EXERCISE DESCRIPTION
The word to look for is "refused". Report every line of the entries below that has it.

Dataset entries
┌──
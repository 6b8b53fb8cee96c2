/** Where rows and columns of a sheet lie on the screen, so that only those in sight are drawn. */
import { displayText } from '$lib/assay';
import type { Block, GridSheet, GridWorkbook } from '$lib/schemas/sheet';

export const ROW_PX = 26;
export const HEAD_PX = 24;
export const NUMBER_PX = 46;
const NARROW = 58;
const WIDE = 230;
const LETTER_PX = 7.6;
/** Rows looked at for the width of a column. */
const SAMPLED = 300;
const MOST_COLUMNS = 200;

export interface GridLayout {
	/** Numbers of the rows that hold something, in order; blank rows are left out. */
	rows: number[];
	columns: number[];
	widths: number[];
	/** Left edge of each column, and the whole width at the end. */
	lefts: number[];
	height: number;
}

/** Longer texts are titles and notes: they run on as on paper and do not make their column wide. */
const LONGEST = 26;

function widthOf(texts: string[]): number {
	const longest = Math.max(0, ...texts.map((t) => t.length).filter((length) => length <= LONGEST));
	return Math.round(Math.min(WIDE, Math.max(NARROW, longest * LETTER_PX + 20)));
}

/** Rows with a few cells at least: titles, footers and notes have one or two and do not set a width. */
const isTabular = (row: GridSheet['rows'][0]): boolean => row.c.filter((c) => c[1] !== null).length >= 3;

export function layoutOf(workbook: GridWorkbook, sheet: GridSheet): GridLayout {
	const used = new Map<number, string[]>();
	const across = new Set(sheet.merges.filter((m) => m[3] > m[1]).map((m) => `${m[0]} ${m[1]}`));
	const tabular = sheet.rows.some(isTabular);
	sheet.rows.forEach((row, i) => {
		const counts = i < SAMPLED && (!tabular || isTabular(row));
		for (const cell of row.c) {
			if (cell[1] === null || cell[1] === '') continue;
			const texts = used.get(cell[0]) ?? [];
			used.set(cell[0], texts);
			// A header merged over several columns has them all for its room.
			if (counts && !across.has(`${row.r} ${cell[0]}`)) texts.push(displayText(workbook, cell));
		}
	});
	const columns = [...used.keys()].sort((a, b) => a - b).slice(0, MOST_COLUMNS);
	const widths = columns.map((c) => widthOf(used.get(c) ?? []));
	const lefts = [NUMBER_PX];
	for (const width of widths) lefts.push(lefts[lefts.length - 1] + width);
	const rows = sheet.rows.filter((row) => row.c.some((c) => c[1] !== null && c[1] !== '')).map((row) => row.r);
	return { rows, columns, widths, lefts, height: rows.length * ROW_PX };
}

/** Rows drawn beyond each edge, so that a turn of the wheel finds them there. */
const SPARE = 6;

/** Place of the first entry of an increasing list that is at least `n`; the length of the list where there is none. */
export function placeOf(list: number[], n: number): number {
	let [low, high] = [0, list.length];
	while (low < high) {
		const middle = (low + high) >> 1;
		if (list[middle] < n) low = middle + 1;
		else high = middle;
	}
	return low;
}

/** Places of the rows to be drawn, with a few beyond the edge. */
export function rowsInSight(layout: GridLayout, scrollTop: number, height: number, spare = SPARE): [number, number] {
	const first = Math.max(0, Math.floor(scrollTop / ROW_PX) - spare);
	const last = Math.min(layout.rows.length, Math.ceil((scrollTop + height) / ROW_PX) + spare);
	return [first, last];
}

/** As many lines as are ever drawn at once: a line that leaves on one side comes back on the other with another row. */
export const linesDrawn = (height: number, spare = SPARE): number => Math.ceil(height / ROW_PX) + 2 * spare + 2;

export interface Frame {
	top: number;
	left: number;
	width: number;
	height: number;
}

/** The outline of a block, in px from the first row's and the sheet's corner; null where none of it is drawn. */
export function frameOf(layout: GridLayout, block: Block): Frame | null {
	const { rows, columns, lefts } = layout;
	const [top, bottom] = [placeOf(rows, block.firstRow), placeOf(rows, block.lastRow + 1)];
	const [first, end] = [placeOf(columns, block.firstColumn), placeOf(columns, block.lastColumn + 1)];
	if (bottom <= top || end <= first) return null;
	return {
		top: top * ROW_PX,
		left: lefts[first],
		width: lefts[end] - lefts[first],
		height: (bottom - top) * ROW_PX
	};
}
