import { describe, expect, it } from 'vitest';
import { MOST_WHOLE, rowAnchor, rowOfHash, rowWindow } from './point-rows';

describe('the address of a row of a run', () => {
	it('counts the rows from one, and comes back to the same row', () => {
		expect(rowAnchor(13)).toBe('row-14');
		expect(rowOfHash('#row-14', 14)).toBe(13);
	});
	it('that is none of the run means nothing', () => {
		for (const hash of ['', '#row-0', '#row-15', '#row-x', '#points', '#row-99999999'])
			expect(rowOfHash(hash, 14)).toBeNull();
	});
});

describe('the rows that are drawn', () => {
	it('are all of a run of ordinary length', () => {
		expect(rowWindow(MOST_WHOLE, 9_000, 640, 32)).toEqual({ from: 0, to: MOST_WHOLE });
	});
	it('are those in sight of a long one, up to its very end', () => {
		expect(rowWindow(20_000, 0, 640, 32)).toEqual({ from: 0, to: 32 });
		const end = rowWindow(20_000, 20_000 * 32 - 640, 640, 32);
		expect(end.to).toBe(20_000);
		expect(end.from).toBeLessThan(19_980);
		expect(rowWindow(20_000, 99_999_999, 640, 32).to).toBe(20_000);
	});
});
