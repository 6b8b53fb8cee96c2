import type { Problem } from '$lib/server/http';
import type { TableWork } from '$lib/schemas/sheet-work';

export interface Confirmed {
	id: string;
	number: number;
}

export type ConfirmOutcome = { made: Confirmed } | { refused: string; first: string | null };

export interface ConfirmAsk {
	sheetId: string;
	version: number;
	tableKey: string;
	work: TableWork;
	revisionOf?: { runId: string; version: number; reason: string };
}

/** Asks the service for the run; it settles everything once more by itself and takes nothing on trust. */
export async function confirmTable(ask: ConfirmAsk): Promise<ConfirmOutcome> {
	const { sheetId, version, tableKey, work, revisionOf } = ask;
	try {
		const response = await fetch(`/api/v1/sheets/${sheetId}/runs`, {
			method: 'POST',
			headers: { 'content-type': 'application/json', 'if-match': `"${version}"` },
			body: JSON.stringify({ tableKey, ...work, ...(revisionOf ? { revisionOf } : {}) })
		});
		const body: unknown = await response.json();
		if (response.ok) return { made: body as Confirmed };
		const problem = body as Problem;
		return { refused: problem.detail, first: problem.fields?.[0]?.field ?? null };
	} catch {
		return { refused: 'There is no connection to the service. Nothing is lost; try again.', first: null };
	}
}
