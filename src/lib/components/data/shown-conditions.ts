import type { Conditions, Settlement } from '$lib/schemas/sheet';
import type { TableWork } from '$lib/schemas/sheet-work';

const NONE: Conditions = { temperature: null, initial: {}, excess: {} };

/**
 * Conditions as they stand in the fields: what was typed, at once, not when the reader is through with it. A charge that was
 * given as the answer to a question (B33) is known to the settlement alone.
 */
export function shownConditions(
	own: Pick<TableWork, 'mapping'>,
	settlement: Pick<Settlement, 'findings' | 'mapping'> | null
): Conditions {
	const typed = own.mapping.conditions ?? NONE;
	if (Object.keys(typed.initial).length > 0) return typed;
	const answered = settlement?.findings.some((f) => f.rule === 'B33' && f.answer);
	const initial = settlement?.mapping.conditions?.initial;
	return answered && initial ? { ...typed, initial } : typed;
}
└──
ANSWER BELOW
export type ConfirmOutcome = { made: Confirmed } | { refused: string; first: string | null };
		return { refused: problem.detail, first: problem.fields?.[0]?.field ?? null };
		return { refused: 'There is no connection to the service. Nothing is lost; try again.', first: null };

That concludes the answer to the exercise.